In that sense I find the CES Letter to be a kind of dead scarecrow, planted in a field of mourning and suffering, something like a symbol and a warning for where things have shifted for large numbers of people on no small account (but not exlusively) because of our religion’s fraught and often poorly handled encounter with secular culture. I get that, I live there, too, even if I see the world differently. Does it finally give voice to something I’ve long thought but found hard to articulate? No. I find plenty of things in the Mormon past and present difficult to accept, but for effective communication, and genuine dialogue, form matters as much as content, and the ways in which FARMS/FAIR and then the CES Letter have long sought to illustrate the significance of our religion and set up the stakes for debate I do not find compelling at all, and in many cases I see as unnecessarily detrimental.
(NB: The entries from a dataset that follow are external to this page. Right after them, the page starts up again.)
/// The continuous closed-form time (module docs), rounded down: a guess at or just below
/// the smallest `K`, for `0 ≤ w0 ≤ vc` and `d` (LSB) at least the ramp from `w0` to `ve`.
/// With trapezoid phases `T = ((vc − w0)² + (vc − ve)² + 2 a d) / (2 a vc)` (the three
/// phase times over one denominator). `None` outside that case or on overflow.
fn time_hint(w0: i128, ve: i128, vc: i128, a: i128, d: i128) -> Option<i128> {
    if w0 < 0 {
        // Moving away: brake to rest (`|w0|/a`, going `w0²/(2a)` further away), then the
        // whole way from rest.
        let w2 = mul_checked(w0, w0)?;
        let from_rest = time_hint(0, ve, vc, a, d.checked_add(floor_div(w2, 2 * a))?)?;
        return from_rest.checked_add(floor_div(-w0, a));
    }
    if w0 > vc || d < 0 {
        return None;
    }
    let vc2 = mul_checked(vc, vc)?;
    let ramps = floor_div(vc2 - mul(w0, w0) + vc2 - mul(ve, ve), 2 * a);
    if d >= ramps {
        let num = mul(vc - w0, vc - w0)
            .checked_add(mul(vc - ve, vc - ve))?
            .checked_add(mul_checked(mul_checked(a, d)?, 2)?)?;
        Some(floor_div(num, mul_checked(mul_checked(a, vc)?, 2)?))
    } else {
        let sq = mul_checked(a, d)?.checked_add((mul(w0, w0) >> 1) + (mul(ve, ve) >> 1))?;
        let vp = i128::try_from(u128::try_from(sq).ok()?.isqrt()).ok()?;
        Some(floor_div(2 * vp - w0 - ve, a))
    }
}

/// Plans the interior sum `m` (module docs): smallest `K`, then the level and the bump.
/// `d` is the distance (LSB, move direction), only used for the first guess of `K`.
fn solve(w0: i128, ve: i128, vc: i128, a: i128, m: i128, d: i128) -> Result<Solution, Error> {
    let shape = |n| Shape { w0, ve, a, n };
    let k_min = ceil_div((w0 - ve).abs(), a).max(1);
    // Brake through zero, then the way back as a move from rest: a first guess of K
    // for a reversal.
    let back = || {
        (w0 >= 0)
            .then(|| mul_checked(w0, w0))
            .flatten()
            .and_then(|w2| time_hint(0, 0, vc, a, floor_div(w2, 2 * a) - d))
            .map_or(0, |t| t + floor_div(w0, a))
    };
    let reverse = |from| -> Result<(i128, i128), Error> {
        Ok((first_fit(from, back(), |n| shape(n).sum(-vc) <= m)?, -vc))
    };
    // Even the slowest forward profile overshoots: a reversal (the forward search would
    // only find that out after a full search over K). Checked again below.
    let early = if ve == 0 && shape(k_min).sum(0) > m {
        reverse(k_min).ok().filter(|&(n, _)| shape(n).sum(vc) >= m)
    } else {
        None
    };
    let (n, floor) = match early {
        Some(found) => found,
        None => {
            let hint = time_hint(w0, ve, vc, a, d).unwrap_or(0);
            let n_up = first_fit(k_min, hint, |n| shape(n).sum(vc) >= m)?;
            if shape(n_up).sum(0) <= m {
                (n_up, 0)
            } else if ve > 0 {
                // Would need to reverse to arrive at a non-zero end speed.
                return Err(Error::OutOfRange);
            } else {
                reverse(n_up)?
            }
        }
    };
    let sh = shape(n);
    // Largest level c in [floor, vc] with sum(c) <= m; sum(floor) <= m <= sum(vc).
    // Above the peak of U nothing changes (triangular moves), so search below it.
    // Likewise below the valley of L (a reversal that never reaches -vc).
    let top = sh.peak().map_or(vc, |p| p.max(floor).min(vc));
    let floor = sh.valley().map_or(floor, |v| v.max(floor).min(top));
    let (mut lo, mut hi) = (floor, top);
    // A reversal cruises back near `-vc`: there, start with Newton from below.
    let mut s_lo = (floor < 0).then(|| sh.sum(floor));
    let mut s_hi = sh.sum(top);
    let mut newton = true;
    while s_hi > m && hi - lo > 1 {
        let width = hi - lo;
        let mut cand = lo + (width >> 1);
        if newton {
            match s_lo {
                // First step from the top (near the answer at the smallest K): the secant
                // of the last LSB below `hi`.
                None => {
                    let slope = sh.slope(hi - 1);
                    if slope > 0 {
                        cand = hi - ceil_div(s_hi - m, slope);
                    }
                }
                // Then Newton from below: `sum` is linear with this slope just above `lo`.
                Some(s) => {
                    let slope = sh.slope(lo);
                    if m - s < slope {
                        break; // sum(lo + 1) = s + slope > m: lo is the answer
                    }
                    if slope > 0 {
                        cand = lo + floor_div(m - s, slope);
                    }
                }
            }
        }
        if cand <= lo || cand >= hi {
            cand = lo + (width >> 1);
        }
        let s = sh.sum(cand);
        if s <= m {
            lo = cand;
            s_lo = Some(s);
        } else {
            hi = cand;
            s_hi = s;
        }
        newton = 2 * (hi - lo) <= width;
    }
    let (level, s_level) = if s_hi <= m {
        (hi, s_hi)
    } else {
        (lo, s_lo.unwrap_or_else(|| sh.sum(lo)))
    };
    let bump = m - s_level;
    let (bump_from, _) = sh.at_level(level);
    Ok(Solution {
        ticks: u64::try_from(n).map_err(|_| Error::OutOfRange)?,
        level,
        bump_from: u64::try_from(bump_from.max(0)).map_err(|_| Error::OutOfRange)?,
        bump: u64::try_from(bump).map_err(|_| Error::OutOfRange)?,
    })
}
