def _wind_source(values: dict, extra):
    """(source, label): a DataFrame or path of the chosen wind kind."""
    kind = values["wind_kind"]
    if extra is None:
        path = DEMO_FILES[kind]
        return path, f"invented demo ({path.name})"
    if isinstance(extra, pd.DataFrame):
        return extra, str(extra.attrs.get("source_name") or "uploaded file")
    if isinstance(extra, (str, Path)):
        return Path(extra), Path(extra).name
    raise InputError("wind", f"wind data must be a table or a CSV file (got {type(extra).__name__})")


#: Where long series run: None (this process, or a local cluster above DASK_AUTO_ROWS rows),
#: "off", "local" or a scheduler address. Deliberately not a study input: a scenario file or a
#: share link must never make the server connect to an address; only the command line
#: (``--dask-scheduler``, ``--in-process``) or the server's environment
#: (``LIFTCORE_DASK_SCHEDULER``) choose it.
_SCHEDULER: contextvars.ContextVar = contextvars.ContextVar("voyage_scheduler", default=None)


@contextlib.contextmanager
def computing_on(scheduler: str | None):
    """Run voyage studies inside this block on ``scheduler`` ("off", "local" or an address)."""
    token = _SCHEDULER.set(scheduler)
    try:
        yield
    finally:
        _SCHEDULER.reset(token)


def _use_dask(source) -> str | None:
    """None to stay in this process, else ``"local"`` or a scheduler address."""
    addr = (_SCHEDULER.get() or os.environ.get("LIFTCORE_DASK_SCHEDULER") or "").strip()
    if addr.lower() == "off":
        return None
    if addr:
        return addr
    return "local" if vy.estimate_rows(source) > vy.DASK_AUTO_ROWS else None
This coin, of which FARMs and the Letter are two sides is meant to make things easier, either to stay or to leave. Just drop it in the vending machine slot and out pops a pretty little package full of reasons to help you justify and better articulate your already-held assumptions. But there is a crucial (Kierkegaardian) sense in which the spiritual life is to be made harder, in which both staying and leaving are meant to be difficult and fraught. Not unbearable, of course. Not miserable. But also, not comforting to the point of numbness or willful naivete of internal and external challenges. Whether one stays or leaves, the life of the spirit as well as the intellectual life is meant to be challenging, constantly re-inventing, and paradigm-undermining.

To paraphrase Tom Waits: The Church–and religion in general–can be a hellish place for some and a celestial place for others, but bad writing and thinking are destroying the quality of both our suffering and our joy by obscuring the deeper difficulties and the deeper significance of things that are meant to make leaving or staying much more meaningful and much much more challenging and invigorating.